* _Work instruction_: Check the lines of the listing below for the word "numerators", and state only how many have it.
Records for the exercise Start Marker
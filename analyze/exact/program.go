package exact

// program is an elimination as a straight list of operations on vectors of
// residues. Slots are vectors with one element per evaluation point.
type program struct {
	slots   int
	point   int32 // the slot of the evaluation points
	ops     []op
	pairs   []product
	sources []*intEntry
	rows    []int     // the rows of the sources, for the factors of a symmetric system
	outputs []int32   // slots, −1 for an output that is zero
	sym     *symmetry // nil for a system that is not symmetric
	rowsAll int       // number of rows with factors
}

type opKind uint8

const (
	opDot     opKind = iota // dst = source − Σ products
	opInverse               // dst = 1/a
	opMul                   // dst = a·b
	opNeg                   // dst = −a
	opAdd                   // dst = dst + a
)

// op is one operation; a and b are slots or, for opDot, the range of its
// products, and source an index into sources or −1.
type op struct {
	kind   opKind
	dst    int32
	a, b   int32
	source int32
}

// compile turns an elimination into a program whose outputs are the wanted
// block determinants followed by all numerators.
func (y *system) compile(z *elimination, wantDet []bool) *program {
	c := &compiler{y: y, z: z, p: &program{sym: z.symmetry, rowsAll: y.n}}
	c.p.slots = len(z.entries)
	c.p.point = c.newSlot()
	inverse := c.newSlot()
	pivots := make([][]int32, len(y.end))
	for _, step := range z.pivots {
		c.dot(step.pivot)
		for _, e := range step.upper {
			c.dot(e)
		}
		for _, e := range step.lower {
			c.dot(e)
		}
		pivots[step.block] = append(pivots[step.block], step.pivot)
		if len(step.upper) == 0 || len(step.lower) == 0 {
			continue
		}
		c.emit(op{kind: opInverse, dst: inverse, a: step.pivot})
		scaled := step.upper
		if step.scaleLower {
			scaled = step.lower
		}
		for _, e := range scaled {
			from := e
			if mirror := z.entries[e].mirrorOf; mirror > 0 {
				from = mirror - 1
			}
			c.emit(op{kind: opMul, dst: e, a: from, b: inverse})
		}
	}
	c.determinants(pivots, wantDet)
	return c.p
}

type compiler struct {
	y *system
	z *elimination
	p *program
}

func (c *compiler) newSlot() int32 {
	c.p.slots++
	return int32(c.p.slots - 1)
}

func (c *compiler) emit(o op) { c.p.ops = append(c.p.ops, o) }

// dot emits the operation that makes an entry of the factors.
func (c *compiler) dot(entry int32) {
	e := &c.z.entries[entry]
	if e.mirrorOf > 0 {
		return
	}
	o := op{kind: opDot, dst: entry, source: -1, a: int32(len(c.p.pairs))}
	c.p.pairs = append(c.p.pairs, e.products...)
	o.b = int32(len(c.p.pairs))
	if e.source != nil {
		o.source = int32(len(c.p.sources))
		c.p.sources = append(c.p.sources, e.source)
		c.p.rows = append(c.p.rows, e.row)
	}
	c.emit(o)
}

// determinants emits the products of the pivots and the numerators.
func (c *compiler) determinants(pivots [][]int32, wantDet []bool) {
	numerators := c.y.outs*c.y.rhs > 0
	all := int32(-1)
	for b, list := range pivots {
		if !numerators && !wantDet[b] {
			continue
		}
		d := c.newSlot()
		c.product(d, list)
		if c.z.negative[b] {
			c.emit(op{kind: opNeg, dst: d, a: d})
		}
		if wantDet[b] {
			c.p.outputs = append(c.p.outputs, d)
		}
		if all < 0 {
			all = d
		} else if numerators {
			t := c.newSlot()
			c.emit(op{kind: opMul, dst: t, a: all, b: d})
			all = t
		}
	}
	for _, e := range c.z.border {
		if e < 0 {
			c.p.outputs = append(c.p.outputs, -1)
			continue
		}
		// The Schur complement of the border is −oᵀ·M⁻¹·b.
		c.dot(int32(e))
		c.emit(op{kind: opNeg, dst: int32(e), a: int32(e)})
		if all >= 0 {
			c.emit(op{kind: opMul, dst: int32(e), a: int32(e), b: all})
		}
		c.p.outputs = append(c.p.outputs, int32(e))
	}
}

func (c *compiler) product(dst int32, list []int32) {
	if len(list) == 1 {
		c.emit(op{kind: opMul, dst: dst, a: list[0], b: -1})
		return
	}
	c.emit(op{kind: opMul, dst: dst, a: list[0], b: list[1]})
	for _, e := range list[2:] {
		c.emit(op{kind: opMul, dst: dst, a: dst, b: e})
	}
}

// compileSolution returns a program for a system with one border column whose
// outputs are the determinant of all blocks together and the components of
// det·x, by back substitution.
func (y *system) compileSolution(z *elimination) *program {
	c := &compiler{y: y, z: z, p: &program{}}
	c.p.slots = len(z.entries)
	c.p.point = c.newSlot()
	inverse := c.newSlot()
	var pivots []int32
	negative := false
	for _, odd := range z.negative {
		negative = negative != odd
	}
	for k := range z.pivots {
		step := &z.pivots[k]
		pivots = append(pivots, step.pivot)
		for _, list := range [][]int32{{step.pivot}, step.upper, step.lower} {
			for _, e := range list {
				c.dot(e)
			}
		}
		// The inverse always goes into the row: x is then the border less the
		// products with later components.
		if len(step.upper) > 0 {
			c.emit(op{kind: opInverse, dst: inverse, a: step.pivot})
			for _, e := range step.upper {
				c.emit(op{kind: opMul, dst: e, a: e, b: inverse})
			}
		}
	}
	det := c.newSlot()
	c.product(det, pivots)
	if negative {
		c.emit(op{kind: opNeg, dst: det, a: det})
	}
	c.p.outputs = append(c.p.outputs, det)
	c.backSubstitute(det)
	return c.p
}

// backSubstitute emits the components of x from the last pivot to the first
// and multiplies them by the determinant. Components that no right-hand side
// reaches are zero.
func (c *compiler) backSubstitute(det int32) {
	x := make([]int32, c.y.n) // slots by column
	for k := len(c.z.pivots) - 1; k >= 0; k-- {
		step := &c.z.pivots[k]
		x[step.col] = c.newSlot()
		o := op{kind: opDot, dst: x[step.col], source: -1, a: int32(len(c.p.pairs))}
		border := int32(-1)
		for i, e := range step.upper {
			if col := step.upperCols[i]; col < c.y.n {
				c.p.pairs = append(c.p.pairs, product{e, x[col]})
			} else {
				border = e
			}
		}
		o.b = int32(len(c.p.pairs))
		c.emit(o)
		if border >= 0 {
			c.emit(op{kind: opAdd, dst: x[step.col], a: border})
		}
	}
	for _, slot := range x {
		t := c.newSlot()
		c.emit(op{kind: opMul, dst: t, a: slot, b: det})
		c.p.outputs = append(c.p.outputs, t)
	}
}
Records for the exercise End Marker
* _Problem solution_: 5